TASK: When you reach the entries below, transcribe each line word for word.

EXTRACTED RECORDS:

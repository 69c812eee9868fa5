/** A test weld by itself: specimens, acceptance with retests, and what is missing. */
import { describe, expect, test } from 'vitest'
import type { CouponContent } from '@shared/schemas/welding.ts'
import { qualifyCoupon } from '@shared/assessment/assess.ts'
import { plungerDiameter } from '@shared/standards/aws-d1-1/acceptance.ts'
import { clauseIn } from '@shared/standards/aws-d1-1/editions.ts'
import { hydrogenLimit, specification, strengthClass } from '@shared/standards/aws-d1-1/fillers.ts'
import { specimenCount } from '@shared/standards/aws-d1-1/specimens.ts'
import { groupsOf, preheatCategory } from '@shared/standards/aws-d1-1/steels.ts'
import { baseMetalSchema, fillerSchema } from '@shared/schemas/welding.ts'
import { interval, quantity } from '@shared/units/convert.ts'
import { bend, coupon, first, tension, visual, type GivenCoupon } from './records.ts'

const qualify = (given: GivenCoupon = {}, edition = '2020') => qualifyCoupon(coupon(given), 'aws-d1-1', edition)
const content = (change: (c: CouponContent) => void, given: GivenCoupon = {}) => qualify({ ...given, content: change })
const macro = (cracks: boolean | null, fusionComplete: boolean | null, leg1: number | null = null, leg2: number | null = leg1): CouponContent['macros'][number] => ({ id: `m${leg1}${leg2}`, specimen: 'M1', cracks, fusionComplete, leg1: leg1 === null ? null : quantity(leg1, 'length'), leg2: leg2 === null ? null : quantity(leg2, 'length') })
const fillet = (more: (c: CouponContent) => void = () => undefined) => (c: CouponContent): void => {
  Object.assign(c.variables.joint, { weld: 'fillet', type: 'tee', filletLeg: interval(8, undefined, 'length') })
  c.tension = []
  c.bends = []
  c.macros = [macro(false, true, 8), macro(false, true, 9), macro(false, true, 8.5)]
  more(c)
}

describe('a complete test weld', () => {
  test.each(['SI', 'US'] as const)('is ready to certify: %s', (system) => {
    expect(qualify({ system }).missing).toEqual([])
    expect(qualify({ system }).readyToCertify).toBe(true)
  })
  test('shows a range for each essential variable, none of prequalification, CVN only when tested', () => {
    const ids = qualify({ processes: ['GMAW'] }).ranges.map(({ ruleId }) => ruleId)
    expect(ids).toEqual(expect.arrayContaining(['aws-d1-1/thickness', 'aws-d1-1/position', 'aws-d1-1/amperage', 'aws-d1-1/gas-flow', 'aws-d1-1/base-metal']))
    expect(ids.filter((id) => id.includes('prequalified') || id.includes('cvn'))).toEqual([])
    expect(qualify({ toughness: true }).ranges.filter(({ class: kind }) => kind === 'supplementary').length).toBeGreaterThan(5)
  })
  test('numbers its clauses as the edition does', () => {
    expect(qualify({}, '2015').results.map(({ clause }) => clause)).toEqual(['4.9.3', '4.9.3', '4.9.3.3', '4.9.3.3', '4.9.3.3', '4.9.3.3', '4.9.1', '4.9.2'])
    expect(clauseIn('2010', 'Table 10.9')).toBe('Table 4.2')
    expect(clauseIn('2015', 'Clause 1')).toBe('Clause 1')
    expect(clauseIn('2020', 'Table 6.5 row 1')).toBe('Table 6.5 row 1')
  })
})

TASK SOLUTION:
repository 69c812eee9868fa5
/** A test weld by itself: specimens, acceptance with retests, and what is missing. */
import { describe, expect, test } from 'vitest'
import type { CouponContent } from '@shared/schemas/welding.ts'
import { qualifyCoupon } from '@shared/assessment/assess.ts'
import { plungerDiameter } from '@shared/standards/aws-d1-1/acceptance.ts'
import { clauseIn } from '@shared/standards/aws-d1-1/editions.ts'
import { hydrogenLimit, specification, strengthClass } from '@shared/standards/aws-d1-1/fillers.ts'
import { specimenCount } from '@shared/standards/aws-d1-1/specimens.ts'
import { groupsOf, preheatCategory } from '@shared/standards/aws-d1-1/steels.ts'
import { baseMetalSchema, fillerSchema } from '@shared/schemas/welding.ts'
import { interval, quantity } from '@shared/units/convert.ts'
import { bend, coupon, first, tension, visual, type GivenCoupon } from './records.ts'

const qualify = (given: GivenCoupon = {}, edition = '2020') => qualifyCoupon(coupon(given), 'aws-d1-1', edition)
const content = (change: (c: CouponContent) => void, given: GivenCoupon = {}) => qualify({ ...given, content: change })
const macro = (cracks: boolean | null, fusionComplete: boolean | null, leg1: number | null = null, leg2: number | null = leg1): CouponContent['macros'][number] => ({ id: `m${leg1}${leg2}`, specimen: 'M1', cracks, fusionComplete, leg1: leg1 === null ? null : quantity(leg1, 'length'), leg2: leg2 === null ? null : quantity(leg2, 'length') })
const fillet = (more: (c: CouponContent) => void = () => undefined) => (c: CouponContent): void => {
  Object.assign(c.variables.joint, { weld: 'fillet', type: 'tee', filletLeg: interval(8, undefined, 'length') })
  c.tension = []
  c.bends = []
  c.macros = [macro(false, true, 8), macro(false, true, 9), macro(false, true, 8.5)]
  more(c)
}

describe('a complete test weld', () => {
  test.each(['SI', 'US'] as const)('is ready to certify: %s', (system) => {
    expect(qualify({ system }).missing).toEqual([])
    expect(qualify({ system }).readyToCertify).toBe(true)
  })
  test('shows a range for each essential variable, none of prequalification, CVN only when tested', () => {
    const ids = qualify({ processes: ['GMAW'] }).ranges.map(({ ruleId }) => ruleId)
    expect(ids).toEqual(expect.arrayContaining(['aws-d1-1/thickness', 'aws-d1-1/position', 'aws-d1-1/amperage', 'aws-d1-1/gas-flow', 'aws-d1-1/base-metal']))
    expect(ids.filter((id) => id.includes('prequalified') || id.includes('cvn'))).toEqual([])
    expect(qualify({ toughness: true }).ranges.filter(({ class: kind }) => kind === 'supplementary').length).toBeGreaterThan(5)
  })
  test('numbers its clauses as the edition does', () => {
    expect(qualify({}, '2015').results.map(({ clause }) => clause)).toEqual(['4.9.3', '4.9.3', '4.9.3.3', '4.9.3.3', '4.9.3.3', '4.9.3.3', '4.9.1', '4.9.2'])
    expect(clauseIn('2010', 'Table 10.9')).toBe('Table 4.2')
    expect(clauseIn('2015', 'Clause 1')).toBe('Clause 1')
    expect(clauseIn('2020', 'Table 6.5 row 1')).toBe('Table 6.5 row 1')
  })
})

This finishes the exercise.